Please write out the listing beneath this sentence exactly, from its first line to the line with "w rotor.Vec", and stop there.

Recorded data:
══════════════════════════════

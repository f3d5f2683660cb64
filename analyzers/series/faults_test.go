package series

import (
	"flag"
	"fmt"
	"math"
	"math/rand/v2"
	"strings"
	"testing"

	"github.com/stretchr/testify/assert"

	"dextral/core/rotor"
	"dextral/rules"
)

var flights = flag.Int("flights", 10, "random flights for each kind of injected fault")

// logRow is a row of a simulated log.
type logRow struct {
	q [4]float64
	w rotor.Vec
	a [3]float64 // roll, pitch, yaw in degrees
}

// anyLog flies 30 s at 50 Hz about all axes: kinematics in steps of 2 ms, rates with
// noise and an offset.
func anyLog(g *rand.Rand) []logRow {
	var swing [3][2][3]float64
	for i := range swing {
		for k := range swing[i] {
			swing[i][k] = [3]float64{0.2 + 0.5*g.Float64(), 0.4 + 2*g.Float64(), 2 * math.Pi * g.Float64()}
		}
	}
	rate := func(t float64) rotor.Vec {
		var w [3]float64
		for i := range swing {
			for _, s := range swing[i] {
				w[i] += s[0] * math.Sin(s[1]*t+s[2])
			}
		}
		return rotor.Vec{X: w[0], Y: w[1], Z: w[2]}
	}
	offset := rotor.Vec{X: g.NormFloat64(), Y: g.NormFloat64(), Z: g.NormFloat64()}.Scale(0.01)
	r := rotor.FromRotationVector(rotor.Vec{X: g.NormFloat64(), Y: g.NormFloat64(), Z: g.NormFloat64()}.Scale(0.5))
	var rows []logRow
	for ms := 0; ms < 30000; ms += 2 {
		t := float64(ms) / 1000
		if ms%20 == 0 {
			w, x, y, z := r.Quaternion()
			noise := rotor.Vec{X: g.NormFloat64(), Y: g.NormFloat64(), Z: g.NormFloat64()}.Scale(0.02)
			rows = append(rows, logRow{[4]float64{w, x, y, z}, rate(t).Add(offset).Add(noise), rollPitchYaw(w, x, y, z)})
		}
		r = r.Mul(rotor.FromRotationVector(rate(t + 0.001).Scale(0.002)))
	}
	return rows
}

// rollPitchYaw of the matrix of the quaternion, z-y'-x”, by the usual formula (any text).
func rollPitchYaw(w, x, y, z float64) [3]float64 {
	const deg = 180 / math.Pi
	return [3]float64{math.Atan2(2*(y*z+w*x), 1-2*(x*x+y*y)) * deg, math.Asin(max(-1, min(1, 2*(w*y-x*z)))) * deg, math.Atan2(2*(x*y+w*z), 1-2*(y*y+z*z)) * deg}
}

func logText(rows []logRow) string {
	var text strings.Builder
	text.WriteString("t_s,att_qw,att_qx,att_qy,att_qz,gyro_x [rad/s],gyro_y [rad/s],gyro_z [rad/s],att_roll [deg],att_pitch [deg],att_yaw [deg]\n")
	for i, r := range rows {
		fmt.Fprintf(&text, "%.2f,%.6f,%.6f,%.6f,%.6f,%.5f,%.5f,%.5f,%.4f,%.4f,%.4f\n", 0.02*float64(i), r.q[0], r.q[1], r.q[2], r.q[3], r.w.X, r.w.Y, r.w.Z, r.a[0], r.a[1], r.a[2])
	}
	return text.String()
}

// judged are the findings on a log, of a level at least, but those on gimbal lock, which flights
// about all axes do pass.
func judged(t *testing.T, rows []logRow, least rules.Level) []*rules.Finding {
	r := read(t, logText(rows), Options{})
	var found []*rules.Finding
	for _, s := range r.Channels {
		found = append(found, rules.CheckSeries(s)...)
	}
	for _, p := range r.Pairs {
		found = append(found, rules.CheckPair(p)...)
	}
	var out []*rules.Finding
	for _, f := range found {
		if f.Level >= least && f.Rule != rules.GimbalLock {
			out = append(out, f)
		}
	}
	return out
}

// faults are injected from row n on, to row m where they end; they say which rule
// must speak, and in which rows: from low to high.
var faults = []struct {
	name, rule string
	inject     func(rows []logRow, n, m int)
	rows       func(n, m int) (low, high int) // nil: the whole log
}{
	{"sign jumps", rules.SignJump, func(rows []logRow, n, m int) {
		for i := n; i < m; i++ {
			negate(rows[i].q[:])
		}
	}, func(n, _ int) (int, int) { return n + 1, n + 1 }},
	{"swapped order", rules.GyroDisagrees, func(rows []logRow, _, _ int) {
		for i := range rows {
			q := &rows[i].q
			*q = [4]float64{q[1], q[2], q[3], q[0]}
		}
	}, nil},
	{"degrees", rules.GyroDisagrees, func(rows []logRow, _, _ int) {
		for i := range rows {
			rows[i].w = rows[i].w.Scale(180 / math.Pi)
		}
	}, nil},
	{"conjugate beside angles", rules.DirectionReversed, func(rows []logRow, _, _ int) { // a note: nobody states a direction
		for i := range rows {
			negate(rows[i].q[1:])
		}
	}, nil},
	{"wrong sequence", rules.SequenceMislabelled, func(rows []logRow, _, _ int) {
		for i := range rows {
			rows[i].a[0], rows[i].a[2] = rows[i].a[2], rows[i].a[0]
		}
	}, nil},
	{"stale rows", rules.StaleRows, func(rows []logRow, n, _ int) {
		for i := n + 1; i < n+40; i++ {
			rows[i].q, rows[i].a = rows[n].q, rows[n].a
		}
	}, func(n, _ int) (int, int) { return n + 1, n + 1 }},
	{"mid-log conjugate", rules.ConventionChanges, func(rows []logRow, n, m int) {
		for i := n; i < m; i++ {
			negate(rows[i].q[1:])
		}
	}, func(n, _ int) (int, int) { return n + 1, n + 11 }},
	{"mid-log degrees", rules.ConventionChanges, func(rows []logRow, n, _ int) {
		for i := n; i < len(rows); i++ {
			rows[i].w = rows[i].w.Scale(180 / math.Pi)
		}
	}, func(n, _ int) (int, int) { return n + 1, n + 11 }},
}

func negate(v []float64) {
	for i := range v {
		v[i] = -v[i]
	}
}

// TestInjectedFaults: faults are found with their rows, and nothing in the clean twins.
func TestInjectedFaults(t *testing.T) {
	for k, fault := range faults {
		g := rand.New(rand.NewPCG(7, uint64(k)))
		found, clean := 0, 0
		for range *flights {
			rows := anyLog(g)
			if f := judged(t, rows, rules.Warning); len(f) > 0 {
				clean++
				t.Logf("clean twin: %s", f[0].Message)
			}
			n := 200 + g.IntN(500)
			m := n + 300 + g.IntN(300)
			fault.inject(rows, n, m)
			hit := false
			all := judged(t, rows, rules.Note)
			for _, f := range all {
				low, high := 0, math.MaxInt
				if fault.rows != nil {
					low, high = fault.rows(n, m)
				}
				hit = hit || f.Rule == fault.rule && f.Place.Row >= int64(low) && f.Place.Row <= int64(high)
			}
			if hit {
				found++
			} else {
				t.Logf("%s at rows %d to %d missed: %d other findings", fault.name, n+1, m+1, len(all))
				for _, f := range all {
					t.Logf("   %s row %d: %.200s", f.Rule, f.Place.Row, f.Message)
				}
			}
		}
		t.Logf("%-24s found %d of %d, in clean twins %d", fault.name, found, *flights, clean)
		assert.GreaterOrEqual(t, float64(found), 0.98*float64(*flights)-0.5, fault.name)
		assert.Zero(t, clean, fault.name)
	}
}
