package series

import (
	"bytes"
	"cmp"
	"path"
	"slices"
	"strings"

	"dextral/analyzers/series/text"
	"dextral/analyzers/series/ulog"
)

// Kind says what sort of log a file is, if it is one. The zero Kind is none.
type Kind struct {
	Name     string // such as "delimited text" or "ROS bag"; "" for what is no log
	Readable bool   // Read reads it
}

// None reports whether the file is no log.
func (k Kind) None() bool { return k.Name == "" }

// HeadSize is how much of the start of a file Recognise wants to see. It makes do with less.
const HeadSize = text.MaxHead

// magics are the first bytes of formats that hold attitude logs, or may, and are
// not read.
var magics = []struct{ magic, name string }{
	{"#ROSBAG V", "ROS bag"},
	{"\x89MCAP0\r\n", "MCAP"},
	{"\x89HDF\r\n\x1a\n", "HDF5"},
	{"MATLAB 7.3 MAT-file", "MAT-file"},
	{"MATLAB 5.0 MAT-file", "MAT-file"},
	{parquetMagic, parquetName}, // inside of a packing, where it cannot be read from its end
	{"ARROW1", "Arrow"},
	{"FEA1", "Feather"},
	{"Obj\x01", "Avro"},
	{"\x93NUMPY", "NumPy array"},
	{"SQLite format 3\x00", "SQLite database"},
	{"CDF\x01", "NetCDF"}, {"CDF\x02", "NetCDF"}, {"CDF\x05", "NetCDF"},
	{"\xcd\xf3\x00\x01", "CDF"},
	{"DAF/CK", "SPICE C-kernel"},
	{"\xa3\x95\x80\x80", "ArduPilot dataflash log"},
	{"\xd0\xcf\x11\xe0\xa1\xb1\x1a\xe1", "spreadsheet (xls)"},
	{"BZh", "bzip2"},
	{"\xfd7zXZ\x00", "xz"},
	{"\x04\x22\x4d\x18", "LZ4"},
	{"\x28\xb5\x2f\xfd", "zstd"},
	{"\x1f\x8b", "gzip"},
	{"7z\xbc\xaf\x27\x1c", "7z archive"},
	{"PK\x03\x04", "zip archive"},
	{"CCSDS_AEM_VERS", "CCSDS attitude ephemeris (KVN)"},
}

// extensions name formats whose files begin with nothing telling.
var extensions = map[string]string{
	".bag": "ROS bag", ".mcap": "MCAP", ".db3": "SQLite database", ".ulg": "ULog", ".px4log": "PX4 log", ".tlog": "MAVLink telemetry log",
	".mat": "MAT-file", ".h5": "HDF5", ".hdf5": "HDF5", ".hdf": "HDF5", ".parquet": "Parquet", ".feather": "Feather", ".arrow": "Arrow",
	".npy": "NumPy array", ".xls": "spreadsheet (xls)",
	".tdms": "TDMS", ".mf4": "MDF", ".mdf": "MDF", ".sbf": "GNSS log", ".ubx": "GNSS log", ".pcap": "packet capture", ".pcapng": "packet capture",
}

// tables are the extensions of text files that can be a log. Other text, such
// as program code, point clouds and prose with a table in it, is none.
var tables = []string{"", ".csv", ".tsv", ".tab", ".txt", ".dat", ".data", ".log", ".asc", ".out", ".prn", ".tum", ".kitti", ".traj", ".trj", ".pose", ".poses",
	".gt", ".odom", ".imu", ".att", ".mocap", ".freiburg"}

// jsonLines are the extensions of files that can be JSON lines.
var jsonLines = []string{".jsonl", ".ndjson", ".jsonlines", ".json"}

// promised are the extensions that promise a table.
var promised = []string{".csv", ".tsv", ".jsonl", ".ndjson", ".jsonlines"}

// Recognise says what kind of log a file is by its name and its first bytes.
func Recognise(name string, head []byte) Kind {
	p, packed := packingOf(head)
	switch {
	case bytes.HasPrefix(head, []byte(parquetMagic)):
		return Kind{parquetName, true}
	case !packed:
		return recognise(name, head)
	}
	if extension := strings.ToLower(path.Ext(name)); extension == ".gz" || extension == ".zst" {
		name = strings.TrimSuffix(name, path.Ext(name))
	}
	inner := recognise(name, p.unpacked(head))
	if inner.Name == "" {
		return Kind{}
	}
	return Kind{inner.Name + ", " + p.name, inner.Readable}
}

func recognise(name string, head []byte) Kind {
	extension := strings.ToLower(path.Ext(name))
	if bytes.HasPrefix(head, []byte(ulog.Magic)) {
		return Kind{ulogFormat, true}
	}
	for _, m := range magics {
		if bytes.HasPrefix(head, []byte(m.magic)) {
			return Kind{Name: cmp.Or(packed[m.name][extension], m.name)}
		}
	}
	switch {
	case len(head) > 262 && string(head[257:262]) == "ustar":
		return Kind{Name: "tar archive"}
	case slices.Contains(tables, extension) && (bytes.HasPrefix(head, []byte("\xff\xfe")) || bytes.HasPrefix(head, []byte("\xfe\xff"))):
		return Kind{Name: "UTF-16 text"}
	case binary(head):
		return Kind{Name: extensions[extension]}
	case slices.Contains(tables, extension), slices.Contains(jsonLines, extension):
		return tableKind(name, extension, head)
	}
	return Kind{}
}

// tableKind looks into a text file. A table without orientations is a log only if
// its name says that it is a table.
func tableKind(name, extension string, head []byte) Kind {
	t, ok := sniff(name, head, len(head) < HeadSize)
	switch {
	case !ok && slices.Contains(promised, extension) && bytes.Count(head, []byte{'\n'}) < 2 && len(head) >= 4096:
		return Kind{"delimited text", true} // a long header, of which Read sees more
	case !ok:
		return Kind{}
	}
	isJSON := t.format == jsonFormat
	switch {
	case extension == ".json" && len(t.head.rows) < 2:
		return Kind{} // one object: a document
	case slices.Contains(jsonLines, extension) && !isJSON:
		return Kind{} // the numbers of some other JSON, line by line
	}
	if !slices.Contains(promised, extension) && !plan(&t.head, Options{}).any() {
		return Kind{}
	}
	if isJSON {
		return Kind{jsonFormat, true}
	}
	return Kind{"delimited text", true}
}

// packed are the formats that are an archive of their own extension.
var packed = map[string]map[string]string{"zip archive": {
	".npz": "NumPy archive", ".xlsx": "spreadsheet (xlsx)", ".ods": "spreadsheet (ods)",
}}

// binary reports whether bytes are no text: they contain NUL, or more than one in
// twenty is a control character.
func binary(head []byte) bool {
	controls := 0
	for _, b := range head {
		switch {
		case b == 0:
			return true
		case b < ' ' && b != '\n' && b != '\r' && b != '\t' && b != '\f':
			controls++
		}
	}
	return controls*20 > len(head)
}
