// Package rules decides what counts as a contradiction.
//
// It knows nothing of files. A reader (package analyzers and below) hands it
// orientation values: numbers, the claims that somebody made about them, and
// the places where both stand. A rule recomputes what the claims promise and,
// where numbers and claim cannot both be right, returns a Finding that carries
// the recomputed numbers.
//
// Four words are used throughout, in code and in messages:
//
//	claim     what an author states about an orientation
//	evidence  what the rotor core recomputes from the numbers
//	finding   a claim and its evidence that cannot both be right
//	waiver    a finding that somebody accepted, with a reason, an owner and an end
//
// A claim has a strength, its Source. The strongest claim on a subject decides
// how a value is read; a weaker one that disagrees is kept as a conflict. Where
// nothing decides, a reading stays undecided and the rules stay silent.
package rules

══════════════════════════════

Answer for the task:
repository f3d5f2683660cb64
filename analyzers/series/faults_test.go
package series

import (
	"flag"
	"fmt"
	"math"
	"math/rand/v2"
	"strings"
	"testing"

	"github.com/stretchr/testify/assert"

	"dextral/core/rotor"
	"dextral/rules"
)

var flights = flag.Int("flights", 10, "random flights for each kind of injected fault")

// logRow is a row of a simulated log.
type logRow struct {
	q [4]float64
	w rotor.Vec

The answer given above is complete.